Data Start Marker
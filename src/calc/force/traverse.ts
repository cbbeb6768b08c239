import {
  type Mm,
  type MmPerRev,
  type MPa,
  mm,
  mpa,
  type Newton,
  newton,
  within,
} from '../units.ts';
import { contactArc, contactModulus, hertzHalfWidth } from './contact.ts';
import type { WheelForce } from './plunge.ts';
import { meanWedgeShare, type Press, wedgeShare } from './wedge.ts';

/** Pressure under the part of a wheel that only follows, over that of the leading part. Judgement. */
export const TRAILING_PRESSURE = 0.5;

/**
 * Force on the leading edge of a wheel that travels, where the knurl is made.
 *
 *     F = q φ̄ √(2 Req z f c)
 *
 * | symbol | meaning | unit | range |
 * | --- | --- | --- | --- |
 * | q (pressure) | pressure under a tooth | MPa | > 0 |
 * | φ̄ (meanShare) | mean wedge share over the infeed | - | 0 to 1 |
 * | Req (radius) | equivalent radius | mm | > 0 |
 * | z (infeed) | whole infeed | mm | ≥ 0 |
 * | f (feed) | feed | mm/rev | > 0 |
 * | c (lead) | length of the lead: the bevel, or the feed where that is longer | mm | > 0 |
 * | → F | force square to the work | N | |
 *
 * Assumes an estimate, to be multiplied or divided by 2.
 *
 * @source force-model (arc √(2 Req z f/c) over a lead of length c)
 * @example leadingForce({ pressure: metalPressure(126, 0.1), meanShare: meanWedgeShare('grooves', 0.8), radius: equivalentRadius(mm(20), mm(25)), infeed: mm(0.24), feed: mmPerRev(0.25), lead: mm(1) }) // 343.997 N
 */
export function leadingForce(of: {
  readonly pressure: MPa;
  readonly meanShare: number;
  readonly radius: Mm;
  readonly infeed: Mm;
  readonly feed: MmPerRev;
  readonly lead: Mm;
}): Newton {
  within('pressure', of.pressure, Number.MIN_VALUE, 1e6, 'MPa');
  within('meanShare', of.meanShare, 0, 1);
  within('feed', of.feed, Number.MIN_VALUE, 1e3, 'mm/rev');
  within('lead', of.lead, Number.MIN_VALUE, 1e3, 'mm');
  const arc = contactArc(of.radius, of.infeed);
  return newton(of.pressure * of.meanShare * arc * Math.sqrt(of.feed * of.lead));
}

/**
 * Force on the part of a wheel that follows its leading edge and only smooths.
 *
 *     p̄ = 0.5 q φ(x);  F = 2 p̄ b_e (b − c),  b_e = 8 p̄ Req/(π E*)
 *
 * | symbol | meaning | unit | range |
 * | --- | --- | --- | --- |
 * | q (pressure) | pressure under a tooth | MPa | > 0 |
 * | φ (share) | wedge share of the finished tooth | - | 0 to 1 |
 * | Req (radius) | equivalent radius | mm | > 0 |
 * | E (modulus) | modulus of the work | MPa | > 0 |
 * | b (width) | contact width | mm | > 0 |
 * | c (lead) | length of the lead; nothing follows where it is the whole width | mm | ≥ 0 |
 * | → F | force square to the work | N | |
 *
 * Assumes half the pressure of the leading part; an estimate, to be multiplied or divided by 2.
 *
 * @source hertz (half width of the contact)
 * @source force-model (load of the part that follows)
 * @source judgement (half the pressure)
 * @example trailingForce({ pressure: metalPressure(126, 0.1), share: 0.8, radius: equivalentRadius(mm(20), mm(25)), modulus: mpa(205000), width: mm(8), lead: mm(1) }) // 503.093 N
 */
export function trailingForce(of: {
  readonly pressure: MPa;
  readonly share: number;
  readonly radius: Mm;
  readonly modulus: MPa;
  readonly width: Mm;
  readonly lead: Mm;
}): Newton {
  within('share', of.share, 0, 1);
  within('width', of.width, Number.MIN_VALUE, 1e6, 'mm');
  const mean = mpa(TRAILING_PRESSURE * of.pressure * of.share);
  const half = hertzHalfWidth(mean, of.radius, contactModulus(of.modulus));
  return newton(2 * mean * half * Math.max(0, of.width - of.lead));
}

/**
 * Force of one wheel that travels along the work.
 *
 *     F = q φ̄ √(2 Req z f c) + 2 p̄ b_e (b − c),  c = max(f, bevel)
 *
 * | symbol | meaning | unit | range |
 * | --- | --- | --- | --- |
 * | press | what the wheel presses | - | |
 * | q (pressure) | pressure under a tooth | MPa | > 0 |
 * | x (fill) | tooth height over sharp height | - | 0 to 1 |
 * | b (width) | contact width | mm | > 0 |
 * | Req (radius) | equivalent radius | mm | > 0 |
 * | z (infeed) | whole infeed | mm | ≥ 0 |
 * | f (feed) | feed | mm/rev | > 0 |
 * | bevel | bevel of the leading edge | mm | ≥ 0 |
 * | E (modulus) | modulus of the work | MPa | > 0 |
 * | → F (force) | force square to the work | N | |
 * | → L (arc) | contact arc at the whole infeed | mm | |
 *
 * Assumes one pass; an estimate, to be multiplied or divided by 2.
 *
 * @source force-model (leading and following part)
 * @source hertz (following part)
 * @example traverseForce({ press: 'grooves', pressure: metalPressure(126, 0.1), fill: 0.8, width: mm(8), radius: equivalentRadius(mm(20), mm(25)), infeed: mm(0.24), feed: mmPerRev(0.25), bevel: mm(1), modulus: mpa(205000) }).force // 847.09 N
 */
export function traverseForce(of: {
  readonly press: Press;
  readonly pressure: MPa;
  readonly fill: number;
  readonly width: Mm;
  readonly radius: Mm;
  readonly infeed: Mm;
  readonly feed: MmPerRev;
  readonly bevel: Mm;
  readonly modulus: MPa;
}): WheelForce {
  const lead = mm(Math.max(of.feed, of.bevel));
  const leading = leadingForce({ ...of, lead, meanShare: meanWedgeShare(of.press, of.fill) });
  const trailing = trailingForce({ ...of, lead, share: wedgeShare(of.press, of.fill) });
  return { force: newton(leading + trailing), arc: contactArc(of.radius, of.infeed) };
}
Data End Marker
### What is expected
Read through the entries, then copy every line where the string "divided" is found.

### Finished exercise
 * Assumes an estimate, to be multiplied or divided by 2.
 * Assumes half the pressure of the leading part; an estimate, to be multiplied or divided by 2.
 * Assumes one pass; an estimate, to be multiplied or divided by 2.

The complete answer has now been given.